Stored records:
****************
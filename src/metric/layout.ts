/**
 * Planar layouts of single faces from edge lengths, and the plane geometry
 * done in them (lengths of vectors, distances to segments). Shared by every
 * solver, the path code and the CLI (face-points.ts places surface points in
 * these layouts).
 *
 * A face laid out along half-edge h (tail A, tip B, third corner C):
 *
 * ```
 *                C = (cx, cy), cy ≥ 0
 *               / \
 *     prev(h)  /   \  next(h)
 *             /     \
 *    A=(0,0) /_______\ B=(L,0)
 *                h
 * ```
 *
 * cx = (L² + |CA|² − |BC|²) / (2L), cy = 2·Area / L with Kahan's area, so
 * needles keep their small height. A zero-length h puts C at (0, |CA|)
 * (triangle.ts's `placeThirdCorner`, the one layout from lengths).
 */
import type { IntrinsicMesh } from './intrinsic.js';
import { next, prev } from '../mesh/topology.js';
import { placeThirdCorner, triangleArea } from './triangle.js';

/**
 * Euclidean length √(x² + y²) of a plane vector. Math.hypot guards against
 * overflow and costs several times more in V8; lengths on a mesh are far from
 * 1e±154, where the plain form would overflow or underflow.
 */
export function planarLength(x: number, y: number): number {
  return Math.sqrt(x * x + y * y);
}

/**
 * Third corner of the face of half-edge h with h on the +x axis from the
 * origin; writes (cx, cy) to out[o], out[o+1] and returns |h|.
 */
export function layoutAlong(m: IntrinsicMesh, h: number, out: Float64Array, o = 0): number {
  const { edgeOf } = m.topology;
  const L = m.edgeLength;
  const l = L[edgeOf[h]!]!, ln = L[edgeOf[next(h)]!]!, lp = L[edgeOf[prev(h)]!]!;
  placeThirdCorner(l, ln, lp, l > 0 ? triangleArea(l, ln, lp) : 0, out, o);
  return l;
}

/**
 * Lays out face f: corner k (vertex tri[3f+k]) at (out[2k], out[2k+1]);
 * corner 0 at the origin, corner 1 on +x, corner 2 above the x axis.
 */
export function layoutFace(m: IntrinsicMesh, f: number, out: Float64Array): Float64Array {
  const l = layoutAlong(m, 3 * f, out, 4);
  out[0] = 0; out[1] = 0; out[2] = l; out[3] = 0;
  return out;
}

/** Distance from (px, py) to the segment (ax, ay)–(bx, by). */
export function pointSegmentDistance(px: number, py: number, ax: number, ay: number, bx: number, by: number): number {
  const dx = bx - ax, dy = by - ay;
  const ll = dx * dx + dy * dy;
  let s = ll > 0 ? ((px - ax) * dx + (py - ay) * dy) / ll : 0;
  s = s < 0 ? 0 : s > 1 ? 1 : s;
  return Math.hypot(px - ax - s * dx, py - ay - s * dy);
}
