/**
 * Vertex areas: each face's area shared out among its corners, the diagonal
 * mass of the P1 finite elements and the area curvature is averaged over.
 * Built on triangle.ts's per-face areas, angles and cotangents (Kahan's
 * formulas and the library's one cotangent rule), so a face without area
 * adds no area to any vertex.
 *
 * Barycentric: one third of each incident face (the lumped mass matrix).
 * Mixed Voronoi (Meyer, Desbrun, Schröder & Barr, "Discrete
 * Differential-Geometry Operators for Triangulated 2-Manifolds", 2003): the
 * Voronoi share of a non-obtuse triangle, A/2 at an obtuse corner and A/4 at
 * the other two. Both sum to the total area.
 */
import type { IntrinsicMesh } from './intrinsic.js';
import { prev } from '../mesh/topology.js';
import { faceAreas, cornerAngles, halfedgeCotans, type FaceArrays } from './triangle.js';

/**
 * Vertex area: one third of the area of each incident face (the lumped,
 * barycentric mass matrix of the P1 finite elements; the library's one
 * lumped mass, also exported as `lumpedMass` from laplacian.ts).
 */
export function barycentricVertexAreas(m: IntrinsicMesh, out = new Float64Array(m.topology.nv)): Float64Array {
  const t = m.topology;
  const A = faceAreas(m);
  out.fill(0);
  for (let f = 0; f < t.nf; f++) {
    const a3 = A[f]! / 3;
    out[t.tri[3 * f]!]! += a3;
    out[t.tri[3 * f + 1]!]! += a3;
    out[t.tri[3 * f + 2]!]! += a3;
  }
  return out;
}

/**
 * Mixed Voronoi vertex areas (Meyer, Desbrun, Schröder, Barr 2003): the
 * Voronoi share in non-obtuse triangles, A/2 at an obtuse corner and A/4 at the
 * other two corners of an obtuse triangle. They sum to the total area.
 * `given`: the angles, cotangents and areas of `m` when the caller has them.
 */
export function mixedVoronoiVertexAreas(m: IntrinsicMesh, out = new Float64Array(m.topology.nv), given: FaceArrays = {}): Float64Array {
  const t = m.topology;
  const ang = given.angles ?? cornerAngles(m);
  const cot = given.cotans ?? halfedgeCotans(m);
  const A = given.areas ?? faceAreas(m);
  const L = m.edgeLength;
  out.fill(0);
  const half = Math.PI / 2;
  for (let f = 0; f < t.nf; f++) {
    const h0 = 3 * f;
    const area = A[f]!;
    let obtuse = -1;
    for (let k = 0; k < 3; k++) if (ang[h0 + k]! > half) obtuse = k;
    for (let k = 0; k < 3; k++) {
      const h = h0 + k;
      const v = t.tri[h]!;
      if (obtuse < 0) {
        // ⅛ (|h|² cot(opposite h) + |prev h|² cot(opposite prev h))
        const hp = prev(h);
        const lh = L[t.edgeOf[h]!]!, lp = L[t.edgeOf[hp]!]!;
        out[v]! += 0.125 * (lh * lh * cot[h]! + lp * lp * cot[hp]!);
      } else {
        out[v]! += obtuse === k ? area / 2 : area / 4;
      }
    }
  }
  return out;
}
****************
» **WHAT NEEDS TO BE DONE**
Among the entries above, count the lines that contain the word "other" and give the number by itself.

» **FINAL ANSWER**
2